The possible solution is like:
<?xml version="1.0"?>
<xsl:stylesheet xmlns:xsl="http://www.w3.org/1999/XSL/Transform" version="1.0">
<xsl:output omit-xml-declaration="yes" indent="yes"/>
<xsl:template match="node()[local-name()='property']/@*[local-name()='type']">
<xsl:attribute name="{name()}" namespace="{namespace-uri()}">
some new value here
</xsl:attribute>
</xsl:template>
<xsl:template match="@*|node()|comment()|processing-instruction()|text()">
<xsl:copy>
<xsl:apply-templates select="@*|node()|comment()|processing-instruction()|text()"/>
</xsl:copy>
</xsl:template>
</xsl:stylesheet>
Solution 4 - Xslt
You need a template that will match your target attribute, and nothing else.
<xsl:template match='XPath/@myAttr'>
<xsl:attribute name='myAttr'>This is the value</xsl:attribute>
</xsl:template>
This is in addition to the "copy all" you already have (and is actually always present by default in XSLT). Having a more specific match it will be used in preference.
Solution 5 - Xslt
I had a similar case where I wanted to delete one attribute from a simple node, and couldn't figure out what axis would let me read the attribute name. In the end, all I had to do was use
@*[name(.)!='AttributeNameToDelete']
Solution 6 - Xslt
I also came across same issue and i solved it as follows:
<!-- identity transform -->
<xsl:template match="@*|node()">
<xsl:copy>
<xsl:apply-templates select="@*|node()"/>
</xsl:copy>
</xsl:template>
<!-- copy property element while only changing its type attribute -->
<xsl:template match="property">
<xsl:copy>
<xsl:attribute name="type">
<xsl:value-of select="'your value here'"/>
</xsl:attribute>
<xsl:apply-templates select="@*[not(local-name()='type')]|node()"/>
</xsl:copy>
</xsl:template>
Solution 7 - Xslt
For the following XML:
<?xml version="1.0" encoding="utf-8"?>
<root>
<property type="foo"/>
<node id="1"/>
<property type="bar">
<sub-property/>
</property>
</root>
I was able to get it to work with the following XSLT:
<?xml version="1.0" encoding="utf-8"?>
<xsl:stylesheet version="1.0" xmlns:xsl="http://www.w3.org/1999/XSL/Transform">
<xsl:template match="@*|node()">
<xsl:copy>
<xsl:apply-templates select="@*|node()"/>
</xsl:copy>
</xsl:template>
<xsl:template match="//property">
<xsl:copy>
<xsl:attribute name="type">
<xsl:value-of select="@type"/>
<xsl:text>-added</xsl:text>
</xsl:attribute>
<xsl:copy-of select="child::*"/>
</xsl:copy>
</xsl:template>
</xsl:stylesheet>
Solution 8 - Xslt
If your source XML document has its own namespace, you need to declare the namespace in your stylesheet, assign it a prefix, and use that prefix when referring to the elements of the source XML - for example:
<?xml version="1.0" encoding="UTF-8"?>
<xsl:stylesheet version="1.0"
xmlns:xsl="http://www.w3.org/1999/XSL/Transform"
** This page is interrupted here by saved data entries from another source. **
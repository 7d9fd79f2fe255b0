using System.Globalization;
using System.Text;
using System.Text.Json;
using CsCheck;
using nietras.SeparatedValues;
using StreamLogit.Engine.Records;
using StreamLogit.Pipeline.Files;

namespace StreamLogit.Pipeline.Tests.Files;

public sealed class CsvCutterTests
{
    private static List<TakenRecord> Cut(string text, int maximumBytes = 1000, int piece = int.MaxValue) =>
        Cutting.Cut(new CsvCutter("quay.csv", maximumBytes), text, piece);

    [Theory]
    [InlineData("5", "5")]
    [InlineData("-0.5e-3", "-0.5e-3")]
    [InlineData("1E+400", "1E+400")]
    [InlineData("007", "\"007\"")]
    [InlineData("+5", "\"+5\"")]
    [InlineData(".5", "\".5\"")]
    [InlineData("5.", "\"5.\"")]
    [InlineData("-", "\"-\"")]
    [InlineData("5e", "\"5e\"")]
    [InlineData(" 5", "\" 5\"")]
    [InlineData("NaN", "\"NaN\"")]
    [InlineData("true", "\"true\"")]
    [InlineData("\"5\"", "5")]
    [InlineData("\"a,\"\"b\"\"\nc\"", "\"a,\\\"b\\\"\\nc\"")]
    [InlineData("\"\"\"\"", "\"\\\"\"")]
    [InlineData("a\\b\tc\x01", "\"a\\\\b\\tc\\u0001\"")]
    [InlineData("\xc3\xa9\xff", "\"\xc3\xa9\xff\"")]
    public void Cut_Cell_BecomesNumberOrString(string cell, string json)
    {
        for (int piece = 1; piece <= 5; piece++)
            Assert.Equal([new TakenRecord($$"""{"id":"a","x":{{json}}}""", 2)], Cut($"id,x\na,{cell}\n", piece: piece));
    }

    [Theory]
    [InlineData("id,x\na,\n", "{\"id\":\"a\"}")]
    [InlineData("id,x\na,\"\"", "{\"id\":\"a\"}")]
    [InlineData("id,x\r\n,5\r\n", "{\"x\":5}")]
    [InlineData("id,x\n,", "{}")]
    [InlineData("\"id\",\"x \"\"y\"\"\"\na,b", "{\"id\":\"a\",\"x \\\"y\\\"\":\"b\"}")]
    public void Cut_EmptyCell_IsAbsent(string text, string json)
    {
        for (int piece = 1; piece <= 5; piece++) Assert.Equal([new TakenRecord(json, 2)], Cut(text, piece: piece));
    }

    [Theory]
    [InlineData("id,x\na\n", "a", "1 cells where the header has 2")]
    [InlineData("id,x\na,b,c\r\n", "a,b,c", "3 cells where the header has 2")]
    [InlineData("id,x\na,5\" pipe\n", "a,5\" pipe", "a quote within a cell that does not begin with one")]
    [InlineData("id,x\na,\"b\"c\n", "a,\"b\"c", "text behind the quote that closes a cell")]
    [InlineData("id,x\na,\"b", "a,\"b", "a quote that is not closed")]
    [InlineData("id,x\n\nc,7\n", "", "1 cells where the header has 2", "{\"id\":\"c\",\"x\":7}")]
    [InlineData("id,x\na,\"b\nc,7\nd,8\n", "a,\"b", "a quote that is not closed", "{\"id\":\"c\",\"x\":7}", "{\"id\":\"d\",\"x\":8}")]
    [InlineData("id,x\na,\"b\nc,\"7\"\n", "a,\"b", "text behind the quote that closes a cell", "{\"id\":\"c\",\"x\":7}")]
    public void Cut_MalformedRow_IsARejectAndCostsOneLine(string text, string rejected, string detail, params string[] others)
    {
        for (int piece = 1; piece <= text.Length; piece++)
        {
            Assert.Equal(
                [
                    new TakenRecord(rejected, 2, RejectReason.RowMalformed, detail),
                    .. others.Select((json, i) => new TakenRecord(json, i + 3)),
                ],
                Cut(text, piece: piece));
        }
    }

    [Theory]
    [InlineData("id,x\na,345678901\nc,7", RejectReason.TooLong, "11 bytes; at most 10 are allowed", "a,34567890")]
    [InlineData("id,x\na,3456789012345678901\nc,7", RejectReason.TooLong, "21 bytes; at most 10 are allowed", "a,34567890")]
    [InlineData("id,x\na,\"45678901\nc,7", RejectReason.RowMalformed, "a quote that is not closed", "a,\"45678901")]
    [InlineData("id,x\na,\"456\n8901234567890\"\nc,7", RejectReason.RowMalformed, "no end of the row within 10 bytes", "a,\"456")]
    public void Cut_LongRow_IsAReject(string text, RejectReason reason, string detail, string shown)
    {
        var taken = Cut(text, maximumBytes: 10, piece: 3);

        if (reason == RejectReason.TooLong) Assert.Equal(new TakenRecord(shown, 2, reason, detail), taken[0]);
        else Assert.Equal(2, taken[0].Number);
        Assert.Equal("""{"id":"c","x":7}""", taken[^1].Text);
        Assert.All(taken[..^1], record => Assert.NotEqual(RejectReason.None, record.Reason));
    }

    [Theory]
    [InlineData("id,x,id,,x\n", "The header of quay.csv is wrong: columns 1 and 3 are both named 'id'; column 4 has no name; columns 2 and 5 are both named 'x'.")]
    [InlineData("", "quay.csv is empty; its first line must name the columns.")]
    [InlineData("id,\"x\n", "The header of quay.csv cannot be read: it has a quote that is not closed.")]
    public void CutHeader_WrongHeader_Throws(string text, string message) =>
        Assert.Equal(message, Assert.Throws<InvalidRecordingException>(() => Cut(text)).Message);

    // The Sep reader is a second, independent reader of RFC 4180.
    [Fact]
    public void Cut_AnyWellFormedRows_GivesTheCellsThatSepGives()
    {
        const int Columns = 3;
        var cell = Gen.Char["ab0,\"\n\ré "].Array[0, 5].Select(characters => new string(characters));
        var isQuoted = Gen.Bool;
        var row = Gen.Select(cell, isQuoted).Array[Columns];
        Gen.Select(row.Array[0, 8], Gen.Int[1, 30], Gen.Bool).Sample((rows, piece, crLf) =>
        {
            string lineEnd = crLf ? "\r\n" : "\n";
            var text = new StringBuilder("c0,c1,c2" + lineEnd);
            foreach (var cells in rows)
                text.AppendJoin(',', cells.Select(c => Write(c.Item1, c.Item2))).Append(lineEnd);

            var expected = new List<string[]>();
            using (var reader = Sep.New(',').Reader(o => o with { Unescape = true, DisableColCountCheck = false }).FromText(text.ToString()))
            {
                foreach (var sepRow in reader)
                    expected.Add([sepRow[0].ToString(), sepRow[1].ToString(), sepRow[2].ToString()]);
            }

            string latin = Encoding.Latin1.GetString(Encoding.UTF8.GetBytes(text.ToString()));
            var taken = Cut(latin, piece: piece);

            Assert.Equal(expected, taken.Select(record => Cells(record.Text)));
        }, seed: "0000000000000", iter: 2000);

        static string Write(string cell, bool isQuoted) => isQuoted || cell.AsSpan().IndexOfAny(",\"\r\n") >= 0
            ? $"\"{cell.Replace("\"", "\"\"", StringComparison.Ordinal)}\""
            : cell;

        static string[] Cells(string latin)
        {
            using var json = JsonDocument.Parse(Encoding.Latin1.GetBytes(latin));
            return [.. Enumerable.Range(0, Columns).Select(i =>
                json.RootElement.TryGetProperty(string.Create(CultureInfo.InvariantCulture, $"c{i}"), out var value)
                    ? value.ValueKind == JsonValueKind.Number ? value.GetRawText() : value.GetString()!
                    : "")];
        }
    }

    [Fact]
    public void Cut_GarbageInAnyPieces_TakesEveryByteAndGivesTheSame()
    {
        var text = Gen.Char["a,\"\n\r"].Array[0, 80].Select(characters => "c0,c1\n" + new string(characters));
        Gen.Select(text, Gen.Int[1, 20]).Sample((text, piece) =>
            Assert.Equal(Cut(text, maximumBytes: 200), Cut(text, maximumBytes: 200, piece)), seed: "0000000000000", iter: 5000);
    }
}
xmlns:xhtml="http://www.w3.org/1999/xhtml">
<xsl:output method="xml" encoding="utf-8" indent="yes" omit-xml-declaration="yes" />
<!-- identity transform -->
<xsl:template match="node()|@*">
<xsl:copy>
<xsl:apply-templates select="node()|@*"/>
</xsl:copy>
</xsl:template>
<!-- exception-->
<xsl:template match="xhtml:property/@type">
<xsl:attribute name="type">
<xsl:text>some new value</xsl:text>
</xsl:attribute>
</xsl:template>
</xsl:stylesheet>
Or, if you prefer:
...
<!-- exception-->
<xsl:template match="@type[parent::xhtml:property]">
<xsl:attribute name="type">
<xsl:text>some new value</xsl:text>
</xsl:attribute>
</xsl:template>
...
ADDENDUM: In the highly unlikely case where the XML namespace is not known beforehand, you could do:
<?xml version="1.0" encoding="UTF-8"?>
<xsl:stylesheet version="1.0"
xmlns:xsl="http://www.w3.org/1999/XSL/Transform">
<xsl:output method="xml" encoding="utf-8" indent="yes" omit-xml-declaration="yes" />
<!-- identity transform -->
<xsl:template match="node()|@*">
<xsl:copy>
<xsl:apply-templates select="node()|@*"/>
</xsl:copy>
</xsl:template>
<!-- exception -->
<xsl:template match="*[local-name()='property']/@type">
<xsl:attribute name="type">
<xsl:text>some new value</xsl:text>
</xsl:attribute>
</xsl:template>
Of course, it's very difficult to imagine a scenario where you would know in advance that the source XML document contains an element named "property", with an attribute named "type" that needs replacing - but still not know the namespace of the document. I have added this mainly to show how your own solution could be streamlined.